The beginning of a new year often puts us in a position of making big decisions. We are refining strategy plans, setting business objectives, and determining what changes we want to make, both personally and professionally.
Do we make that move to put the kids in a better school district?
Should I promote the internal candidate or hire someone?
Is now the time to make an organization change?
Making good decisions is a big deal. As I say to my sons, “You are one decision away from totally changing your life.”
In business, we are paid to make decisions. It is such a critical skill, yet it’s not a subject in the standard school curriculum.
That is why I found the latest book from The Big Idea Club so beneficial. It’s Farsighted – How we make the decisions that matter the most, by Steven Johnson.
In this book, the author considers research from social psychology, military strategy, cognitive science, behavioral economics, and environmental planning. He makes a compelling case for why we would benefit from a more deliberate and creative approach to decision-making.

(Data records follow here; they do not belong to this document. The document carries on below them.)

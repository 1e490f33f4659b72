//! Whether a value is what its key asks for: one file per family of kinds.

mod list;
mod number;
mod word;

pub use word::is_noncharacter;

use crate::diagnostic::Diagnostic;
use crate::number::Rational;

use crate::syntax::Node;
use crate::syntax::Value;
use crate::syntax::keys::Kind;
use crate::syntax::quoted;

/// All findings on a value; without a fault it is of the kind. Tables with keys of their own are judged by `check`.
pub(super) fn judge(kind: &Kind, key: &str, node: &Node) -> Vec<Diagnostic> {
    match kind {
        Kind::Text => word::text(key, node),
        Kind::Name => word::name(key, node),
        Kind::Line => word::line(key, node),
        Kind::Boolean => word::boolean(key, node),
        Kind::Date => word::date(key, node),
        Kind::Word(words) => word::one_of(words, key, node),
        Kind::Mixing => word::mixing(key, node),
        Kind::Count(from) => number::count(*from, key, node),
        Kind::Number(range) => number::number(*range, key, node),
        Kind::Length(range) => number::length(*range, key, node),
        Kind::Filling => number::filling(key, node),
        Kind::Shares => list::shares(key, node),
        Kind::WordOrFillings(words) => list::ladder(words, key, node),
        Kind::Limits => list::limits(key, node),
        Kind::NamePair => list::name_pair(key, node),
        Kind::NameList => list::name_list(key, node),
        Kind::Corner => list::corner(key, node),
        Kind::Outline => list::outline(key, node),
        Kind::Outlines => list::each(key, node, list::outline),
        Kind::Groups => list::groups(key, node),
        Kind::Names => list::each(key, node, word::name),
        Kind::Texts => list::each(key, node, word::text),
        Kind::Open(_) | Kind::One(_) | Kind::Many(_) => Vec::new(),
    }
}

fn wrong_kind(key: &str, wanted: &str, node: &Node) -> Diagnostic {
    let message = format!("{} takes {wanted}, not {}", quoted(key), described(node));
    Diagnostic::fault("wrong-kind", message).at(&node.place)
}

fn described(node: &Node) -> String {
    match &node.value {
        Value::Text(text) => format!("the text {}", quoted(text)),
        Value::Whole(number) | Value::Decimal(number) => format!("the number {}", quoted(number)),
        Value::Boolean(truth) => format!("{truth}"),
        Value::Date(date) => format!("the date {date}"),
        Value::List(list) if matches!(list.first().map(|node| &node.value), Some(Value::Table(_))) => "tables".into(),
        Value::List(list) if list.len() == 1 => "a list of one value".into(),
        Value::List(list) => format!("a list of {} values", list.len()),
        Value::Table(_) => "a table".into(),
    }
}

/// The number inside a text, where somebody put quotes round it.
fn number_in_quotes(node: &Node) -> Option<Rational> {
    matches!(node.value, Value::Text(_)).then(|| node.exact()).flatten()
}
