class StillSource:
    """Picture files, one a frame."""

    def __init__(self, path: Path, files: list[Path], frame_rate: float | None) -> None:
        self._path, self._files = path, files
        self._rate = _need_rate(path, frame_rate)
        self.warnings: list[str] = []
        first = next((p for p in map(_read_still, files) if p is not None), None)
        if first is None:
            raise RecordingError(str(path), "not one picture of it can be read")
        self.form = _still_form(first, files[0].suffix.lower().lstrip("."), self._rate, len(files))

    def frames(self) -> Iterator[RawFrame]:
        """Pictures in natural order of their names."""
        for index, file in enumerate(self._files):
            picture = _read_still(file)
            if picture is None or picture.dtype.itemsize * 8 < self.form.bit_depth:
                self.warnings.append(f"{file.name} cannot be read and was left out")
                continue
            if picture.shape != (self.form.height, self.form.width):
                raise RecordingError(str(file), "has another size than the pictures before it")
            kind = "I" if file.suffix.lower() in _LOSSY_SUFFIXES else ""
            yield RawFrame(index / self._rate, picture, kind=kind)

    def sample(self, times: NDArray[np.float64]) -> Iterator[RawFrame]:
        """Pictures at the given times."""
        for index in np.unique(np.clip(np.rint(times * self._rate), 0, len(self._files) - 1).astype(int)):
            picture = _read_still(self._files[index])
            if picture is not None and picture.shape == (self.form.height, self.form.width):
                yield RawFrame(index / self._rate, picture)

    def close(self) -> None:
        """Nothing is held open."""


class TiffSource:
    """A multi-page TIFF file, one page a frame."""

    def __init__(self, path: Path, frame_rate: float | None) -> None:
        import tifffile

        self._path, self._rate = path, _need_rate(path, frame_rate)
        self.warnings: list[str] = []
        try:
            self._file = tifffile.TiffFile(path)
            first = self._page(0)
        except (tifffile.TiffFileError, OSError, ValueError, IndexError, KeyError) as error:
            raise RecordingError(str(path), f"no TIFF file that can be read ({error})") from error
        self._error = tifffile.TiffFileError
        self.form = _still_form(first, "tiff", self._rate, len(self._file.pages))

    def _page(self, index: int) -> Picture:
        return _to_grey(self._file.pages[index].asarray())

    def frames(self) -> Iterator[RawFrame]:
        """Pages in order."""
        for index in range(len(self._file.pages)):
            try:
                picture = self._page(index)
            except (self._error, OSError, ValueError, IndexError, KeyError):
                self.warnings.append(f"page {index} cannot be read: measured as far as it goes")
                return
            if picture.shape == (self.form.height, self.form.width):
                yield RawFrame(index / self._rate, picture)

    def sample(self, times: NDArray[np.float64]) -> Iterator[RawFrame]:
        """Pages at the given times."""
        last = len(self._file.pages) - 1
        for index in np.unique(np.clip(np.rint(times * self._rate), 0, last).astype(int)):
            try:
                picture = self._page(index)
            except (self._error, OSError, ValueError, IndexError, KeyError):
                continue
            if picture.shape == (self.form.height, self.form.width):
                yield RawFrame(index / self._rate, picture)

    def close(self) -> None:
        """Give the file back."""
        self._file.close()


def _read_still(file: Path) -> Picture | None:
    """One picture as grey values; None if it cannot be read."""
    if file.suffix.lower() in {".tif", ".tiff"}:
        import tifffile

        try:
            return _to_grey(tifffile.imread(file))
        except (tifffile.TiffFileError, OSError, ValueError):
            return None
    import cv2

    data = np.fromfile(file, np.uint8)
    picture = cv2.imdecode(data, cv2.IMREAD_ANYDEPTH | cv2.IMREAD_GRAYSCALE) if len(data) else None
    return None if picture is None else np.asarray(picture)


def _to_grey(values: NDArray[Any]) -> Picture:
    """Grey values of 8 or 16 bit; colours are weighted as in ITU-R BT.601."""
    if values.ndim == 3 and values.shape[-1] in (3, 4):
        grey = values[..., :3].astype(np.float64) @ np.array([0.299, 0.587, 0.114])
        values = np.rint(grey).astype(values.dtype)
    if values.ndim != 2 or values.dtype.kind != "u" or values.dtype.itemsize > 2:
        raise ValueError(f"grey values of 8 or 16 bit needed, not {values.dtype} of shape {values.shape}")
    return np.ascontiguousarray(values.astype(values.dtype.newbyteorder("="), copy=False))


def _still_form(first: Picture, codec: str, rate: float, count: int) -> Form:
    bits = first.dtype.itemsize * 8
    return Form(
        width=first.shape[1], height=first.shape[0], bit_depth=bits, black=0.0, full_scale=float(2**bits - 1),
        codec=codec, time_step=0.0, interval=1 / rate, duration=count / rate, frames=count, seekable=True,
    )  # fmt: skip
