"""The page in a real browser: what a person does with mouse, keyboard and files, and what leaves the machine."""

from __future__ import annotations

import io
import json
import re
import shutil
import threading
from collections.abc import Iterator
from functools import partial
from http.server import SimpleHTTPRequestHandler, ThreadingHTTPServer
from pathlib import Path

import cv2
import numpy as np
import pandas as pd
import pytest
from numpy.typing import NDArray
from page_server import CHROMIUM, CHROMIUM_FLAGS, Server, wait_for
from playwright.sync_api import Browser, BrowserContext, Page, Route, expect, sync_playwright

pytestmark = pytest.mark.skipif(CHROMIUM is None, reason="no Chromium is installed")

expect.set_options(timeout=20_000)
SIZES = ({"width": 1280, "height": 720}, {"width": 1013, "height": 767})


@pytest.fixture(scope="module")
def browser() -> Iterator[Browser]:
    """One browser for all tests of this file."""
    with sync_playwright() as driver:
        opened = driver.chromium.launch(executable_path=CHROMIUM, args=CHROMIUM_FLAGS)
        yield opened
        opened.close()


@pytest.fixture(scope="module")
def server(measured: Path, tmp_path_factory: pytest.TempPathFactory) -> Iterator[Server]:
    """The command in a process of its own, on a copy of the measured recording."""
    home = tmp_path_factory.mktemp("inspected")
    shutil.copytree(measured, home / "term" / "bench A")
    with Server(home / "term", home / "results", cache=home / "cache") as running:
        yield running


@pytest.fixture
def context(browser: Browser, server: Server) -> Iterator[BrowserContext]:
    """Signed-in visit; any request to another address fails the test."""
    made = browser.new_context(viewport=SIZES[0])
    made.set_default_timeout(20_000)
    asked: list[str] = []
    made.on("request", lambda request: asked.append(request.url))
    yield made
    outside = [url for url in asked if not url.startswith((server.base, "blob:", "data:"))]
    made.close()
    assert outside == []


@pytest.fixture
def page(context: BrowserContext, server: Server) -> Iterator[Page]:
    """Page on the result, its pictures ready; an error in the script fails the test."""
    errors: list[str] = []
    opened = context.new_page()
    opened.on("pageerror", lambda error: errors.append(str(error)))
    opened.on(
        "console", lambda said: errors.append(said.text) if "Content Security Policy" in said.text else None
    )
    opened.goto(server.address)
    open_result(opened)
    yield opened
    assert errors == []


def open_result(page: Page, name: str = "bench A/clip") -> None:
    """Go from the list to a result and wait for its pictures."""
    page.locator("a.tile", has_text=name).first.click()
    expect(page.locator(".droplets tbody tr[data-droplet]").first).to_be_visible()
    expect(page.locator(".says")).to_be_hidden()


def rest_on(page: Page, frame: int) -> None:
    """Show a frame and wait until its full picture is drawn."""
    page.evaluate("frame => fallrise.view.player.go(frame)", frame)
    at_rest = "() => { const s = fallrise.view.stage.state; return s.half ? -1 : s.frame; }"
    assert wait_for(lambda: page.evaluate(at_rest) == frame, seconds=10)
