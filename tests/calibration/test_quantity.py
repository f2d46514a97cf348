"""Quantities as a person types them."""

from __future__ import annotations

import pickle

import pytest
from hypothesis import given
from hypothesis import strategies as st

from calibration.errors import QuantityError
from calibration.quantity import parse_quantity, states_uncertainty


@pytest.mark.parametrize(
    ("text", "unit", "value", "std"),
    [
        ("6.00(2) mm", "m", 6.00e-3, 0.02e-3),
        ("6.00 +/- 0.02 mm", "m", 6.00e-3, 0.02e-3),
        ("6.00 ± 0.02 mm", "m", 6.00e-3, 0.02e-3),
        ("(6.00 +/- 0.02)e-3 m", "m", 6.00e-3, 0.02e-3),
        ("6.00(2)e-3 m", "m", 6.00e-3, 0.02e-3),
        ("6.00 mm +/- 20 um", "m", 6.00e-3, 0.02e-3),
        ("6.00(12) mm", "m", 6.00e-3, 0.12e-3),
        ("1.2(1.5) mm", "m", 1.2e-3, 1.5e-3),
        ("45(5) percent", "", 0.45, 0.05),
        ("0.45", "", 0.45, 0.0),
        ("7e-4 1/K", "1/K", 7e-4, 0.0),
        ("1.5 deg", "deg", 1.5, 0.0),
        ("-3.2(1) V", "V", -3.2, 0.1),
        ("0.1(0) mm", "m", 1e-4, 0.0),
        ("886(1) kg/m^3", "kg/m^3", 886.0, 1.0),
        ("1008(1) hPa", "Pa", 100800.0, 100.0),
        ("1.83e-5 Pa s", "Pa s", 1.83e-5, 0.0),
        ("9.8100(2) m/s^2", "m/s^2", 9.81, 2e-4),
        ("2.980(5) µm", "m", 2.98e-6, 5e-9),
    ],
)
def test_value_and_uncertainty_come_out_in_the_asked_unit(text, unit, value, std):
    """Brackets count the last digit, plus-minus counts whole, and both turn into the asked unit.

    Source of the notation: JCGM 100:2008, 7.2.2.
    """
    found = parse_quantity(text, unit)
    # Powers of ten are not exact in binary; a few units in the last place.
    assert found[0] == pytest.approx(value, rel=1e-14)
    assert found[1] == pytest.approx(std, rel=1e-12, abs=1e-300)


@pytest.mark.parametrize(
    ("text", "kelvin", "std"),
    [
        ("22.0(3) degC", 295.15, 0.3),
        ("72(9) degF", 295.372222222, 5.0),
        ("295.0(2) K", 295.0, 0.2),
        ("0(1) degC", 273.15, 1),
    ],
)
def test_uncertainty_of_a_temperature_is_a_difference(text, kelvin, std):
    """The zero of a temperature scale moves the value and leaves the uncertainty; 0 degC is 273.15 K (ITS-90)."""
    value, found = parse_quantity(text, "K")
    assert value == pytest.approx(kelvin, rel=1e-11)  # published to that many digits here
    assert found == pytest.approx(std, rel=1e-9)  # the slope comes from a difference of two conversions


@pytest.mark.parametrize(
    ("text", "unit", "told"),
    [
        ("6.00", "m", "unit is missing"),
        ("6.00 V", "m", "wrong dimension"),
        ("6 foo", "m", "unknown unit 'foo'"),
        ("abc", "m", "not a quantity"),
        ("", "m", "not a quantity"),
        ("45 deg", "", "wrong dimension"),
        ("1.5", "deg", "unit is missing"),
        ("6 +/- -1 mm", "m", "negative"),
        ("1e999 m", "m", "too large"),
        ("5 12 mm", "m", "unknown unit"),
        ("6,00 mm", "m", "unknown unit"),
        ("5 mm)", "m", "unknown unit"),
    ],
)
def test_what_is_no_quantity_is_told_with_what_was_read(text, unit, told):
    """The one-line message names what was read, what is wrong and what is allowed."""
    with pytest.raises(QuantityError) as caught:
        parse_quantity(text, unit)
    message = str(caught.value)
    assert repr(text) in message
    assert told in message
    assert "\n" not in message
    assert str(pickle.loads(pickle.dumps(caught.value))) == message
    assert caught.value.exit_status == 2


def test_a_bare_number_is_no_quantity():
    """A number from a TOML file, without quotes, is refused: its unit is not known."""
    with pytest.raises(QuantityError, match="quotes"):
        parse_quantity(6.0, "m")  # type: ignore[arg-type]


@given(
    value=st.integers(-999_999, 999_999),
    decimals=st.integers(0, 5),
    std=st.integers(0, 99),
    prefix=st.sampled_from([("", 1.0), ("m", 1e-3), ("u", 1e-6), ("k", 1e3)]),
)
def test_brackets_say_the_same_as_plus_minus(value, decimals, std, prefix):
    """`1.23(4)` and `1.23 +/- 0.04` are one quantity, for all digits, signs and prefixes."""
    number, spread = f"{value / 10**decimals:.{decimals}f}", f"{std / 10**decimals:.{decimals}f}"
    brackets = parse_quantity(f"{number}({std}) {prefix[0]}V", "V")
    plus_minus = parse_quantity(f"{number} +/- {spread} {prefix[0]}V", "V")
    assert brackets == pytest.approx(plus_minus, rel=1e-12, abs=1e-18)
    assert brackets[0] == pytest.approx(value / 10**decimals * prefix[1], rel=1e-12)
    assert brackets[1] == pytest.approx(std / 10**decimals * prefix[1], rel=1e-12)


def test_a_stated_zero_is_an_uncertainty_and_none_is_not():
    """`0.1(0) mm` states an uncertainty of nought; `0.1 mm` states none."""
    assert states_uncertainty("0.1(0) mm")
    assert states_uncertainty("0.1 +/- 0.0 mm")
    assert not states_uncertainty("0.1 mm")
    assert not states_uncertainty("nonsense")
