"""The uncertainty of the scale, from the picture of the pattern to the charge of a droplet."""

from __future__ import annotations

import shutil
from pathlib import Path

import cv2
import numpy as np
import pandas as pd
import pytest
from reference_pictures import Pattern, render
from small_term import SCENE, make_recording

from calibration.measure import measure_scale
from calibration.scale import write_scale
from tracker.evaluate import evaluate_result
from tracker.measure import measure
from tracker.simulate import Scene, write_bench

TOLERANCE = 0.004
# Droplets that fall fast against their diffusion, so that the radius rests on the fall speed alone.
LARGE = {
    "radii": (1.1e-6, 1.2e-6, 1.3e-6, 1.2e-6),
    "charge_numbers": (-9, -12, -14, -11),
    "height": 320,
    "seconds": 6.0,
}


@pytest.fixture(scope="module")
def home(tmp_path_factory) -> Path:
    """A recording, a picture of a grid with the same camera setting, and a bench file that names its scale."""
    folder = tmp_path_factory.mktemp("bench A")
    recording = make_recording(folder / "clip.avi", seed=3, **LARGE)
    text = write_bench(Scene(**(SCENE | LARGE)), folder / "bench.toml", recording=recording).read_text(
        encoding="utf-8"
    )
    lines = [
        'scale = "scale.json"\nbinning = 1' if line.startswith("metres_per_pixel") else line
        for line in text.splitlines()
    ]
    (folder / "bench.toml").write_text("\n".join(lines) + "\n", encoding="utf-8")
    pattern = Pattern("grid", width=320, height=330, pitch=100 / 3, rotation=2.0)  # 0.1 mm at 3 um a pixel
    assert cv2.imwrite(str(folder / "grid.png"), render(pattern, np.random.default_rng(0)).picture)
    return folder


def scale_file(home: Path, text: str) -> None:
    """Measure the scale with a pitch and its tolerance into the bench's scale file."""
    write_scale(measure_scale([home / "grid.png"], pitch_text=text)[0], home / "scale.json")


def test_tolerance_of_the_pattern_arrives_in_every_charge(home, tmp_path):
    """0.4 % in the pitch adds 0.4 % times the charge's sensitivity to the scale, and nothing to the own part.

    Closed form: charge goes with the root of the fall speed and with the drive, so with the scale to the power 3/2;
    slip and diffusion change this by some hundredths at radii above 1 um.
    """
    scale_file(home, "0.1000(0) mm")
    result = measure(home / "clip.avi", out=tmp_path / "clip.fallrise")
    exact = pd.read_csv(result.folder / "droplets.csv")
    scale_file(home, f"0.1000({round(TOLERANCE * 1000)}) mm")
    shutil.copytree(tmp_path / "clip.fallrise", home / "clip.fallrise")
    wide = pd.read_csv(
        evaluate_result(home / "clip.fallrise", bench=home / "bench.toml").folder / "droplets.csv"
    )
    charged = exact["charge_shared_std_c"].notna() & (exact["charge_c"].abs() > 0)
    assert charged.sum() >= 2
    added = np.sqrt(wide["charge_shared_std_c"] ** 2 - exact["charge_shared_std_c"] ** 2)[charged]
    power = added / exact["charge_c"].abs()[charged] / TOLERANCE
    assert power.to_numpy() == pytest.approx(1.5, abs=0.1)
    assert wide["charge_own_std_c"][charged].to_numpy() == pytest.approx(
        exact["charge_own_std_c"][charged].to_numpy(), rel=1e-3
    )
    joined = np.hypot(wide["charge_own_std_c"], wide["charge_shared_std_c"])
    assert wide["charge_std_c"][charged].to_numpy() == pytest.approx(joined[charged].to_numpy(), rel=1e-6)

Here are my favorite ideas he presents:
- Generate multiple options – We often consider THIS vs THAT, limiting the arguments to being for or against a decision. Often the best outcome isn’t a simple yes or no, It’s more about looking at possibilities.
- Assemble a diverse team – Avoid bringing people together who think like you. Diverse groups are collectively smarter than homogenous groups. Bringing a diverse set of perspectives and experiences to the table results in innovative ideas to solve complex issues.
- Use stories to unlock new ways of thinking – Steven talks about two ways to use stories to help you make decisions.
- Scenario planning – When faced with a choice, try to imagine a multiple version of what the long-term consequences will be. 1) a story where things get better, 2) a story where things get worse, 3) a story where things get weird. This third option forces you to explore different possibilities. When you review the three versions of the story, you can refine your predictions and formulate a decision.
- Conduct a premortem – Imagine a failed outcome and then create stories about HOW that failure happened. Where did you go wrong? The stories help you see potential problems and how those choices result in disaster.
- Weigh the values – This is a robust form of the pros and con list. Here’s how it works. When faced with a decision with multiple options to consider, create a list of the values that are important to you. For each value, give it a numerical weight of how important it is to you, from 0-1. For example, if you were offered a promotion that would require relocation, what values come into play? Values like: Career progression, more money, more responsibility, stability for the family, (new school, leaving friends, community connection…), access to outdoor recreation, affordable housing, etc… With the values weighted, turn to the choices – 1. take the promotion OR 2. decline the promotion), and grade each option on a scale of 1-100 in terms of how well it addresses your values. Now, multiply each grade by the weight of each value and add up the numbers for each choice.
While these are methods to use in decision-making, let’s not underestimate the importance of that gut instinct. These methods are simply intended to supplement our intuition and help you make smarter choices.
Try one or all of these in your next big decision and see what works for you.